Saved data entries
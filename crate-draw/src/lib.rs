//! Ramulus drawing: everything people see of a run. The SVG export (`svg`), the anti-aliased
//! raster of thin lines and the page's per-segment buffers (`raster`, `screen`, refilled
//! where growth changed them by `screen_growth`), colours
//! (`palette`), number formats (`format`), the colour key shared by SVG and page (`legend`), the extent and roots the page frames and
//! marks (`marks`),
//! the descriptions of the readings plots (`plots`), the scale bar (`scale_bar`), the drainage
//! plan (`site_plan`), what the page lays over a site (`site_overlay`) and the
//! sentences the page and the command line show (`texts`).
//!
//! The core computes; this crate only turns its values into pictures and words. Its inputs are
//! narrow: node positions and parents (`Network`), the per-segment widths, orders and flows
//! (`SegmentTable`), metrics, and options.
#![deny(missing_docs)]

pub mod draw_order;
pub mod format;
pub mod legend;
pub mod marks;
pub mod palette;
pub mod plots;
pub mod posterior_svg;
pub mod raster;
pub mod scale_bar;
pub mod screen;
pub mod screen_growth;
pub mod site_overlay;
pub mod site_plan;
pub mod site_texts;
pub mod svg;
pub mod texts;
pub mod tissue;

pub use svg::{render_svg, run_svg, run_svg_with, Colouring, SvgOptions, METADATA_NAMESPACE};
pub use tissue::TissueView;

Exercise details | Final part of the records: return the line that contains "pub mod texts;" and every line after it, exactly, with no other lines added.

Result for this task |
pub mod texts;
pub mod tissue;

pub use svg::{render_svg, run_svg, run_svg_with, Colouring, SvgOptions, METADATA_NAMESPACE};
pub use tissue::TissueView;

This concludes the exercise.